[Start of section]
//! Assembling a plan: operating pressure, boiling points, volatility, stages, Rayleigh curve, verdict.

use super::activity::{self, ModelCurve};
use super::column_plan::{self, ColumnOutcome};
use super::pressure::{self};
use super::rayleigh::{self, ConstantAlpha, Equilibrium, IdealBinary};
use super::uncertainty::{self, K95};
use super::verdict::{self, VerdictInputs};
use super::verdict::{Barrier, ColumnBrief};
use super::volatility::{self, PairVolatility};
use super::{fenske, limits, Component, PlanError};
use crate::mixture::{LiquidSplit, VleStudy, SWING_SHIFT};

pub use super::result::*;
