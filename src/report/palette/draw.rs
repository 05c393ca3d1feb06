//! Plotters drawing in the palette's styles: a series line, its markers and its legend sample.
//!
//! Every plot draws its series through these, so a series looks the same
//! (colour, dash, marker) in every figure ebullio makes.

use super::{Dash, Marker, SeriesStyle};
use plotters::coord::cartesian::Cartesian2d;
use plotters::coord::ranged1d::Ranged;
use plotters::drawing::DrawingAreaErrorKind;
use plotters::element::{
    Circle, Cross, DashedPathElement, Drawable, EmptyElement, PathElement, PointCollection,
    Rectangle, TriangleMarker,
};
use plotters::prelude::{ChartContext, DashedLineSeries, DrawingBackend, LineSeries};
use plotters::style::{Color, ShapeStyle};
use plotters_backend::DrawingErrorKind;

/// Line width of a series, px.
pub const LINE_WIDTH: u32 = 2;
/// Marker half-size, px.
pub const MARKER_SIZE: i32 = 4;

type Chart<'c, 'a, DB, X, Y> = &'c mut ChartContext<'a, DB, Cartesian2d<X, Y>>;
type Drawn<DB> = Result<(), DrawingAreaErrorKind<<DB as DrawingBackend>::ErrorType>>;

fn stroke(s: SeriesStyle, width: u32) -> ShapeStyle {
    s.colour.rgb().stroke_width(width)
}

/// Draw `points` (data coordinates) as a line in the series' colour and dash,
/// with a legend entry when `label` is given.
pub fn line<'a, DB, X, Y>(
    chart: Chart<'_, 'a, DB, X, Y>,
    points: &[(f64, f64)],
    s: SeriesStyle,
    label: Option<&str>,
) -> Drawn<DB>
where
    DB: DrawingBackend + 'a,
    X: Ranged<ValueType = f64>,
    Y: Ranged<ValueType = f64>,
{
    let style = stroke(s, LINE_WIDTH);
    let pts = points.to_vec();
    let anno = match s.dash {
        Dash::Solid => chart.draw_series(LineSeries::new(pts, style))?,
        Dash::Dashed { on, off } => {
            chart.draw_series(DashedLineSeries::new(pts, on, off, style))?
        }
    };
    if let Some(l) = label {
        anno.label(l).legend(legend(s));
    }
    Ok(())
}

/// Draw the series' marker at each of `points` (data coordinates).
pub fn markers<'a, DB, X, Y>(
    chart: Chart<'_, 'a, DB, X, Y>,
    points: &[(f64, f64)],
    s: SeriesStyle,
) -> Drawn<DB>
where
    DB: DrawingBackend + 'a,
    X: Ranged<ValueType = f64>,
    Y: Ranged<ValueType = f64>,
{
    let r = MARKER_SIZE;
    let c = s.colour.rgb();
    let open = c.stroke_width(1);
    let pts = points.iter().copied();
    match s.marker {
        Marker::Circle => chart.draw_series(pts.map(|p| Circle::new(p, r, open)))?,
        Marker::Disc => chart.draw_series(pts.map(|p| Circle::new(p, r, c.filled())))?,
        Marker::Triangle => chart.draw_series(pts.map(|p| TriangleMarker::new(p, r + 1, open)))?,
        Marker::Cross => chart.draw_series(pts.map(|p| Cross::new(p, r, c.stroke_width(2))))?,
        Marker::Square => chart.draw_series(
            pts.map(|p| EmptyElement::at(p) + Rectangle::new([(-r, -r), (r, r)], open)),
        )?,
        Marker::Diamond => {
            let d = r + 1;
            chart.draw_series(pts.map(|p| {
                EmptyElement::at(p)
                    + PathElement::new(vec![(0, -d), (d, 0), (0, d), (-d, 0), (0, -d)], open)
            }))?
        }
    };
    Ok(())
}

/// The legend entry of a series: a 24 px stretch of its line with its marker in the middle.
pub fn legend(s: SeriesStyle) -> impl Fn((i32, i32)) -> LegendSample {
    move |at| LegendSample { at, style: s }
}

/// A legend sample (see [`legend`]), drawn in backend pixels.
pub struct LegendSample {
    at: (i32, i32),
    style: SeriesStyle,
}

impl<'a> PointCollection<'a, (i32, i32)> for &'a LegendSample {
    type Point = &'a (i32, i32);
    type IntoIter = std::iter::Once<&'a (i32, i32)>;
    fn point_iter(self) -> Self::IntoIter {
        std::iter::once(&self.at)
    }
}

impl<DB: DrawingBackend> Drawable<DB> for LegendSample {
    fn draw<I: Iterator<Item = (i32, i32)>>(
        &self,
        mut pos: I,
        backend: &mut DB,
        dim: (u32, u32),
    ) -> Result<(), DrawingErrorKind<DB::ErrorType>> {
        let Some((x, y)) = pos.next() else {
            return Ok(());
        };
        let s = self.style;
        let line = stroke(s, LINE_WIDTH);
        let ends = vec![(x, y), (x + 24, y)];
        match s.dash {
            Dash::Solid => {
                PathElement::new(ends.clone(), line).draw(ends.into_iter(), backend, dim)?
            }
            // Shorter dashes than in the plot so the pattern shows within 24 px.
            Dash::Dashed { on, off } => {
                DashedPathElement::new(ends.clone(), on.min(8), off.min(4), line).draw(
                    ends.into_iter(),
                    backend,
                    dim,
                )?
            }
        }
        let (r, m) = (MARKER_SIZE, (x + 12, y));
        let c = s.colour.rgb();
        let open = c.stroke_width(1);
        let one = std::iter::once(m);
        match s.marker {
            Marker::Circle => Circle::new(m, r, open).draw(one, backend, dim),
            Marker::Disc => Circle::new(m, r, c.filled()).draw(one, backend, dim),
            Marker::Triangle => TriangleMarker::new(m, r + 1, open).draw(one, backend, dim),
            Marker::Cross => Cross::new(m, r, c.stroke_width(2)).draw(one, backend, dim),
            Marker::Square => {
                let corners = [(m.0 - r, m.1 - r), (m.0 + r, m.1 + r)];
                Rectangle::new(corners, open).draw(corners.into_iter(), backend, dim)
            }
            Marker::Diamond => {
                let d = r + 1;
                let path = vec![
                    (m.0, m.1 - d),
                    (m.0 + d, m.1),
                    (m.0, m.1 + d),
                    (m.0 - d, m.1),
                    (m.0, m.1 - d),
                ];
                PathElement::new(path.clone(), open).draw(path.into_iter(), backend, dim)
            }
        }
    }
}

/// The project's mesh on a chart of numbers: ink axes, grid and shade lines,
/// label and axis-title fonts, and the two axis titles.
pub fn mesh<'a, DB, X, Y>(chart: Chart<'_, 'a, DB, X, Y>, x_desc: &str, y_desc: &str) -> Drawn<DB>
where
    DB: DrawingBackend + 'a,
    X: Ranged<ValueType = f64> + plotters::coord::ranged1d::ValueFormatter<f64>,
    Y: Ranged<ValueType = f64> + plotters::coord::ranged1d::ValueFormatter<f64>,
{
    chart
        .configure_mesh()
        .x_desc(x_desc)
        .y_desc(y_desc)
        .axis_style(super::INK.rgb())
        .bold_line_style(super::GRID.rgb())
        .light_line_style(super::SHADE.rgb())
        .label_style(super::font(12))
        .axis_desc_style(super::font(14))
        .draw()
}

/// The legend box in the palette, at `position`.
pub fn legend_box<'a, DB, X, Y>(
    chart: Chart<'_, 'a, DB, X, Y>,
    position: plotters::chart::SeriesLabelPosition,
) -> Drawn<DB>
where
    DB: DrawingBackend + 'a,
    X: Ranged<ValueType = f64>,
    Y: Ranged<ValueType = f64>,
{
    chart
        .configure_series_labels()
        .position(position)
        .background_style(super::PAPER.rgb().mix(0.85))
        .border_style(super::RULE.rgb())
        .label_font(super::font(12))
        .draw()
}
[End of section]
[Start of section]
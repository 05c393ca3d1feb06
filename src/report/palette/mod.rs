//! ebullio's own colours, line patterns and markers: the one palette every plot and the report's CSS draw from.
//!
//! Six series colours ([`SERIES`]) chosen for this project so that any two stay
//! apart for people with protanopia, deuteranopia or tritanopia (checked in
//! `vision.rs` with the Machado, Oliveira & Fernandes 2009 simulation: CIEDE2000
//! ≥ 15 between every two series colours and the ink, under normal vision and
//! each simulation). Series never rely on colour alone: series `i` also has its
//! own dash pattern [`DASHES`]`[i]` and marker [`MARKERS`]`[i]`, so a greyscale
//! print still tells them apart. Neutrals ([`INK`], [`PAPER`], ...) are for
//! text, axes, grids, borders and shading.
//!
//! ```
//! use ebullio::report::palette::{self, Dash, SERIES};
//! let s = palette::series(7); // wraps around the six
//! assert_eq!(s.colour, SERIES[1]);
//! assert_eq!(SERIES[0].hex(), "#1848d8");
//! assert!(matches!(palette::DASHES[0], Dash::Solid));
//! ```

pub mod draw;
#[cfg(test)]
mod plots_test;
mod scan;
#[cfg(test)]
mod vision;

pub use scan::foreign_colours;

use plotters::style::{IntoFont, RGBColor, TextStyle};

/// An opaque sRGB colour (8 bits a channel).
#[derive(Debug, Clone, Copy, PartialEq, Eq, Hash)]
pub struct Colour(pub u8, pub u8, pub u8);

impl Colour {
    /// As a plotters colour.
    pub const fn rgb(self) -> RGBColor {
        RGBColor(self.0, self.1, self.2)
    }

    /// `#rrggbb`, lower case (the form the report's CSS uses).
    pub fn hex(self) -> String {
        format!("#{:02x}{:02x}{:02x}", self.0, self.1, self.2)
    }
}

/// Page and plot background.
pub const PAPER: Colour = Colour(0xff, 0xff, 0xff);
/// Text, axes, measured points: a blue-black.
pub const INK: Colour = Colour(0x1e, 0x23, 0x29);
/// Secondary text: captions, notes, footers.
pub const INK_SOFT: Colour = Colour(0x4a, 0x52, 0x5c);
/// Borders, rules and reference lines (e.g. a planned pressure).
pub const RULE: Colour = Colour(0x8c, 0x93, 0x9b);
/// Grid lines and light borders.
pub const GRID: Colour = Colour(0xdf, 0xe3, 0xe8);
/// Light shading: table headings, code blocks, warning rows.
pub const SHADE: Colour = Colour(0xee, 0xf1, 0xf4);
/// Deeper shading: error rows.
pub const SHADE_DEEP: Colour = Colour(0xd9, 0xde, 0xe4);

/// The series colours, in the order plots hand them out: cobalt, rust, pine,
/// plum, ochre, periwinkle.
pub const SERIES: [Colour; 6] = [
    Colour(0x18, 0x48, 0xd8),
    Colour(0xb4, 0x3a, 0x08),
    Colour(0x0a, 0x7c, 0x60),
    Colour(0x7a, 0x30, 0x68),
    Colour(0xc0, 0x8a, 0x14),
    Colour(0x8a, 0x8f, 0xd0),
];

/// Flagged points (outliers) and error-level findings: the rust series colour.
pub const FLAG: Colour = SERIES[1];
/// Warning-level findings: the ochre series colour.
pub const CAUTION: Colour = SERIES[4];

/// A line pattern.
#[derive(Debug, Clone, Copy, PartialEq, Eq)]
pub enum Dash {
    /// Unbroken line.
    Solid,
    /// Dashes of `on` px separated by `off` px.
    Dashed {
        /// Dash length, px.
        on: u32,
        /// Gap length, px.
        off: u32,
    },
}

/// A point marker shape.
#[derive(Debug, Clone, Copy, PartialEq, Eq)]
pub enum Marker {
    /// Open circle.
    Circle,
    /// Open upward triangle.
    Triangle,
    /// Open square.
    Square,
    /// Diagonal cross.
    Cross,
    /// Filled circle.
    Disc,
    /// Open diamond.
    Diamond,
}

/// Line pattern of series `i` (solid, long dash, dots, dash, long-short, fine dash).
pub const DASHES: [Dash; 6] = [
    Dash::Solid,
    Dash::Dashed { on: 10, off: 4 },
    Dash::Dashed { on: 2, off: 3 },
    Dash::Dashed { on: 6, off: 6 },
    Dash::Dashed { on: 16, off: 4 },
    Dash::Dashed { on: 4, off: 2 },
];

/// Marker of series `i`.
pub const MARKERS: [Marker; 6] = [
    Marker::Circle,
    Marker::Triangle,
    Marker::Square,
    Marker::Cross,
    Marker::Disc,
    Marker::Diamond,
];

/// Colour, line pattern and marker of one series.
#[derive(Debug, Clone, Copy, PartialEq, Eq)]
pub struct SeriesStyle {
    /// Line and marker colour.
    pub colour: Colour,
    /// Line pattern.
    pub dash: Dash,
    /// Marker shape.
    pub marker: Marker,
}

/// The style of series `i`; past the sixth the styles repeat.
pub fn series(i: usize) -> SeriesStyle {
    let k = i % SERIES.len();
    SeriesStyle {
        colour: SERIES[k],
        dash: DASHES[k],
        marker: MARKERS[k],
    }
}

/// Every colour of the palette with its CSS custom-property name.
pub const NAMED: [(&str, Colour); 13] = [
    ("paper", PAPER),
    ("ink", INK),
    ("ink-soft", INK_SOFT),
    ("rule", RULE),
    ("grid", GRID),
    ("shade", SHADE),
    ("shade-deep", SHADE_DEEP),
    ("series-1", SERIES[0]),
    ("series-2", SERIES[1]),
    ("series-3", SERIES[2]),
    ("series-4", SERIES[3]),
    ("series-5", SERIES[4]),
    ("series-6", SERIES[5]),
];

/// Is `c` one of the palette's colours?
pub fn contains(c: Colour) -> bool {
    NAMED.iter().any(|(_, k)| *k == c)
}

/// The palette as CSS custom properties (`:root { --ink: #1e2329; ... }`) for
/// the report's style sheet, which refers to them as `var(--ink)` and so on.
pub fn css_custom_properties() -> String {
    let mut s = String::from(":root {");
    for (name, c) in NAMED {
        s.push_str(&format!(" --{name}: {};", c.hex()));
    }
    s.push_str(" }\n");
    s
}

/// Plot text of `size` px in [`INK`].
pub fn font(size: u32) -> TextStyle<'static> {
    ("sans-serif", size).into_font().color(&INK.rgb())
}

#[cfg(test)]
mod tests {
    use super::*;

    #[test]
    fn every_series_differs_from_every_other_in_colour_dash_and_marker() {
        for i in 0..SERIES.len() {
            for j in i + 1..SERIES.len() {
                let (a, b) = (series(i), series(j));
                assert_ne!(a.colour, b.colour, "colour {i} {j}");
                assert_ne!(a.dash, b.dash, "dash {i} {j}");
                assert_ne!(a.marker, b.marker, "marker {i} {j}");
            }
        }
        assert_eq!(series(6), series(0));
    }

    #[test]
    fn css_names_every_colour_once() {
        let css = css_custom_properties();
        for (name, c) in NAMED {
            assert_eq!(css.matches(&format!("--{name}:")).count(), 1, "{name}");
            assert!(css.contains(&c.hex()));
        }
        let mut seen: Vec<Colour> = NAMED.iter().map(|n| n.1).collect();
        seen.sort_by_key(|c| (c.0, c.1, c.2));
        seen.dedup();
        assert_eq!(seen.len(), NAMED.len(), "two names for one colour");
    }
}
[End of section]
[Start of section]
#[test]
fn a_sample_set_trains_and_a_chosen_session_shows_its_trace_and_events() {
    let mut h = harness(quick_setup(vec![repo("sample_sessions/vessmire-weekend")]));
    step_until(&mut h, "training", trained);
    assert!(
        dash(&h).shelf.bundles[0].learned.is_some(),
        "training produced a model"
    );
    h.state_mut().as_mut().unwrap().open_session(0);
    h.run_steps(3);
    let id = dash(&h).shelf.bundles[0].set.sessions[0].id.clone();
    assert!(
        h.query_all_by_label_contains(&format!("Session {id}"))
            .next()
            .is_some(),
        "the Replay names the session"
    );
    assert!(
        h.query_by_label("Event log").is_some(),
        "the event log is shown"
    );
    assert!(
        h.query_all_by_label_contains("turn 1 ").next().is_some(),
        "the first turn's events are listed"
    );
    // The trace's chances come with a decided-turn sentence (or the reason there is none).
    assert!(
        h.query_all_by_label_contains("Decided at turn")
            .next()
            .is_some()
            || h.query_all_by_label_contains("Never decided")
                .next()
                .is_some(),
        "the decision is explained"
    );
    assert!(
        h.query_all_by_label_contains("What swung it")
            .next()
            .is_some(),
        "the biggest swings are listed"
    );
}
[End of section]
WORK INSTRUCTION: Begin at the line above that has "pub fn legend(s: SeriesStyle)" and stop after the line that has "impl<'a> PointCollection<'a, (i32, i32)>", copying each line exactly and adding nothing else.

OUTPUT OF THE EXERCISE:
pub fn legend(s: SeriesStyle) -> impl Fn((i32, i32)) -> LegendSample {
    move |at| LegendSample { at, style: s }
}

/// A legend sample (see [`legend`]), drawn in backend pixels.
pub struct LegendSample {
    at: (i32, i32),
    style: SeriesStyle,
}

impl<'a> PointCollection<'a, (i32, i32)> for &'a LegendSample {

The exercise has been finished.